Stored dataset items ▸
---*---
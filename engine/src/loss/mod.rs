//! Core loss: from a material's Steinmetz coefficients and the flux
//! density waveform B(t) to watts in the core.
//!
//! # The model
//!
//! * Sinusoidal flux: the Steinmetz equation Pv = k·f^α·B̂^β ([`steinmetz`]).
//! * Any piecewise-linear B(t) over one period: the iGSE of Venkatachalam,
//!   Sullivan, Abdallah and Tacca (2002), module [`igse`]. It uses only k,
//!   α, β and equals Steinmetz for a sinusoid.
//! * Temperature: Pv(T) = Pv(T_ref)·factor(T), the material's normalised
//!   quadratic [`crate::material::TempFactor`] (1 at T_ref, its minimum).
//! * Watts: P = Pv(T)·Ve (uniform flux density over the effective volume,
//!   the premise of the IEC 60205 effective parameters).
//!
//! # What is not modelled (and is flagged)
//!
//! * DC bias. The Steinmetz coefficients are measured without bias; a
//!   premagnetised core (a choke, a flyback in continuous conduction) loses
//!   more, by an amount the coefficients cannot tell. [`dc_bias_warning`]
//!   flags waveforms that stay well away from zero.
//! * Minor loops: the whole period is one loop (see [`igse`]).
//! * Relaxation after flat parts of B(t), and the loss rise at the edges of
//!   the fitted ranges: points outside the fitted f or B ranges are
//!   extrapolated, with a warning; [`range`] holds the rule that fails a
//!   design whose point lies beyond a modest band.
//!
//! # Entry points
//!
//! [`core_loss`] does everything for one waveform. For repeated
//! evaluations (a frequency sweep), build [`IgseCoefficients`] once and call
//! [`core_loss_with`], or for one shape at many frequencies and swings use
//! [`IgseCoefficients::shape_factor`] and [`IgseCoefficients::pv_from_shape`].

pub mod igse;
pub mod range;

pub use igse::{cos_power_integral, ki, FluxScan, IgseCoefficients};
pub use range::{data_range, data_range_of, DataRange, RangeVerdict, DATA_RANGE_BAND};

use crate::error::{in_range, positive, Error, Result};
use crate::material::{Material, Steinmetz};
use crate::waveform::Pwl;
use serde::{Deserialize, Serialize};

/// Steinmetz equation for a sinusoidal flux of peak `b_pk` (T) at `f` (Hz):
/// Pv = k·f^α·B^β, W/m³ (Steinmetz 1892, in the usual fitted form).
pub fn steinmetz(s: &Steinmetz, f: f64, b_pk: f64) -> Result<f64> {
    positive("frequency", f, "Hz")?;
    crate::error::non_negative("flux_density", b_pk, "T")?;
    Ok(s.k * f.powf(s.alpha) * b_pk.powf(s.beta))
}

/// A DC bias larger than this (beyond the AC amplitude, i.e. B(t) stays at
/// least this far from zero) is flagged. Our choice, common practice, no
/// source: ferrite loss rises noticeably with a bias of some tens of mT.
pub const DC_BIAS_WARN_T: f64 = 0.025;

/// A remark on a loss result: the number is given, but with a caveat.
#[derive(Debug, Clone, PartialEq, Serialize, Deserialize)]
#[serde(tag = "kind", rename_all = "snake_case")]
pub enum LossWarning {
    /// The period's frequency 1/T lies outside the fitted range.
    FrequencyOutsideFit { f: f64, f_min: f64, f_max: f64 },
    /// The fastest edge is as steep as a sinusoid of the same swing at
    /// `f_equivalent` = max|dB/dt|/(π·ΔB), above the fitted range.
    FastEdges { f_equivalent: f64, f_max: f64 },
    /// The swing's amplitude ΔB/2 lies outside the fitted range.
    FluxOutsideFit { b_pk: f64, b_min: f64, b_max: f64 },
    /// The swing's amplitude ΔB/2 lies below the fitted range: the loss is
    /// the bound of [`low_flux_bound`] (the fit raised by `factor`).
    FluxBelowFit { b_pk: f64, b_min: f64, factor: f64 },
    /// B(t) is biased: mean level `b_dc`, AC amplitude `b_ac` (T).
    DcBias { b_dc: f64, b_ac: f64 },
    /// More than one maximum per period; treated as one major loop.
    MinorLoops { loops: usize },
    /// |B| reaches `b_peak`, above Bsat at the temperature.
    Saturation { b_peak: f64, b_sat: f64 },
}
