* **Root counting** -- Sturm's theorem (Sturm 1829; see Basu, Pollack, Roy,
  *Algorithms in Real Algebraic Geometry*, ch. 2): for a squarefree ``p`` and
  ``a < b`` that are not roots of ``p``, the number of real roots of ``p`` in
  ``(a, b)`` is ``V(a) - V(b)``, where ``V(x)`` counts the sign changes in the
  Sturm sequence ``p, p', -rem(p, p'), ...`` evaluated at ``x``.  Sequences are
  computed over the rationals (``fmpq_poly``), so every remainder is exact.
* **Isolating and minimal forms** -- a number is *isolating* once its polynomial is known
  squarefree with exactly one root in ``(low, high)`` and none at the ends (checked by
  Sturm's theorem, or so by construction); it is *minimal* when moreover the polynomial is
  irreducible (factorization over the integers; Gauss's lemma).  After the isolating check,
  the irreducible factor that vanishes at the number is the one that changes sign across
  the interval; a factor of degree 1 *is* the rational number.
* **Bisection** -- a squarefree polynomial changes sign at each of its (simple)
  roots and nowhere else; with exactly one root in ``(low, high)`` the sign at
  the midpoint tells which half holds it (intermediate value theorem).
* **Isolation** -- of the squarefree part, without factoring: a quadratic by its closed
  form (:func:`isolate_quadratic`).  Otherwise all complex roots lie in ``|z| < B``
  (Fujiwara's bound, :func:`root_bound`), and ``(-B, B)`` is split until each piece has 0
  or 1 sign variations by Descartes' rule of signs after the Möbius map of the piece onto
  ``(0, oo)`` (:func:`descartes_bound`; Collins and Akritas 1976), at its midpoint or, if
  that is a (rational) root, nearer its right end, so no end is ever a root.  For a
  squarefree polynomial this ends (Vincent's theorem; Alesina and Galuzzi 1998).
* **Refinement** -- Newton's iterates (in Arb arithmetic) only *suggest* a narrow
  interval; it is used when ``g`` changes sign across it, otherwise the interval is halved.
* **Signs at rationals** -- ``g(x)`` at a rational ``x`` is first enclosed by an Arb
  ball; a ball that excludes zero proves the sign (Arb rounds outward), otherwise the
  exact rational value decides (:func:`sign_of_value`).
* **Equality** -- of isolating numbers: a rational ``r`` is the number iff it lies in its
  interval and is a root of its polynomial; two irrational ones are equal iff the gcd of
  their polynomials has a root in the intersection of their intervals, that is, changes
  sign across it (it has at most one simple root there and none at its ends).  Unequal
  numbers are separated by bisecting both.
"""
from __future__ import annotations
---*---
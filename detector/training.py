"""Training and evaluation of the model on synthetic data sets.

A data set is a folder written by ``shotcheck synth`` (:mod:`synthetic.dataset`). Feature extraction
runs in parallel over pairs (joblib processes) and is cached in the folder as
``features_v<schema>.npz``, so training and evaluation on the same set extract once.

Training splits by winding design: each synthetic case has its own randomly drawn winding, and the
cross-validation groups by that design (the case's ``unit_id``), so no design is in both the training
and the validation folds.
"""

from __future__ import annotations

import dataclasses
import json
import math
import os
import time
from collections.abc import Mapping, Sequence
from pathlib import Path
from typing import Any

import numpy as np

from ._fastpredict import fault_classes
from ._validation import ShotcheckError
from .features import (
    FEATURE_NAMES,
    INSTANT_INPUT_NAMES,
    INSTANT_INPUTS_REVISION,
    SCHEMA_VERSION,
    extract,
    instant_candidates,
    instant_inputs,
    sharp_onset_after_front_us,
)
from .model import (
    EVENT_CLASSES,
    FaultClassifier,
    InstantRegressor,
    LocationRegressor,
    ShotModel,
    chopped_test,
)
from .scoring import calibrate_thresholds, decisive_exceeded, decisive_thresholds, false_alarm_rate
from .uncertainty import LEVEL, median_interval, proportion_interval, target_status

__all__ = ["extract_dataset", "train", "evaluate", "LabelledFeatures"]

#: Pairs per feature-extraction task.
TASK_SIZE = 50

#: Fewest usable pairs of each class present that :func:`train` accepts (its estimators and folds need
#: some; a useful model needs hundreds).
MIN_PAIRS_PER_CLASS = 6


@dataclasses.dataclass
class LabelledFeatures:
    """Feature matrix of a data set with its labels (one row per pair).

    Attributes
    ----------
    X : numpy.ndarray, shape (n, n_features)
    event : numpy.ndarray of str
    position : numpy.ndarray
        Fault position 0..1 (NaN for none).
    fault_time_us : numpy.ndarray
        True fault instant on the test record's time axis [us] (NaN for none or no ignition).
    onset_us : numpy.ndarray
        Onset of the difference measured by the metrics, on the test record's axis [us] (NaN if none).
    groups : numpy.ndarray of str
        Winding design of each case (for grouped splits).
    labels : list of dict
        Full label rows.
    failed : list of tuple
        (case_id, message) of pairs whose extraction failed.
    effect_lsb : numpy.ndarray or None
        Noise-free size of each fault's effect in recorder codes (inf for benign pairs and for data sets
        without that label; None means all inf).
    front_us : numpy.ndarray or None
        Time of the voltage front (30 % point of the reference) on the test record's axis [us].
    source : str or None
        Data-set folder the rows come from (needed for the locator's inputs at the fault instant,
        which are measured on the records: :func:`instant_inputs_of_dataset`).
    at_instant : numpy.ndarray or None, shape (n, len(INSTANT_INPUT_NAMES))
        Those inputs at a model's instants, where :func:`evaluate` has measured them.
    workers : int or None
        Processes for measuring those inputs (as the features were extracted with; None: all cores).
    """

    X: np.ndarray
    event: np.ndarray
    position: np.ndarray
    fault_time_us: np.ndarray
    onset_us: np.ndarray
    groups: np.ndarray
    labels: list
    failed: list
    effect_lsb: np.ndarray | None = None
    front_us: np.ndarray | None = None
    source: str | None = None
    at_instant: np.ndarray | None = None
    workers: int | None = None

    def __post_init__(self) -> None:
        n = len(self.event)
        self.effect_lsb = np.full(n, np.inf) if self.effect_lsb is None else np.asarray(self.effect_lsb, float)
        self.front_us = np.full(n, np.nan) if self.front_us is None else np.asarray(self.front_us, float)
---*---
Exercise ▸ Go through the entries above and copy every line containing "IgseCoefficients".

Task answer ▸
//! evaluations (a frequency sweep), build [`IgseCoefficients`] once and call
//! [`IgseCoefficients::shape_factor`] and [`IgseCoefficients::pv_from_shape`].
pub use igse::{cos_power_integral, ki, FluxScan, IgseCoefficients};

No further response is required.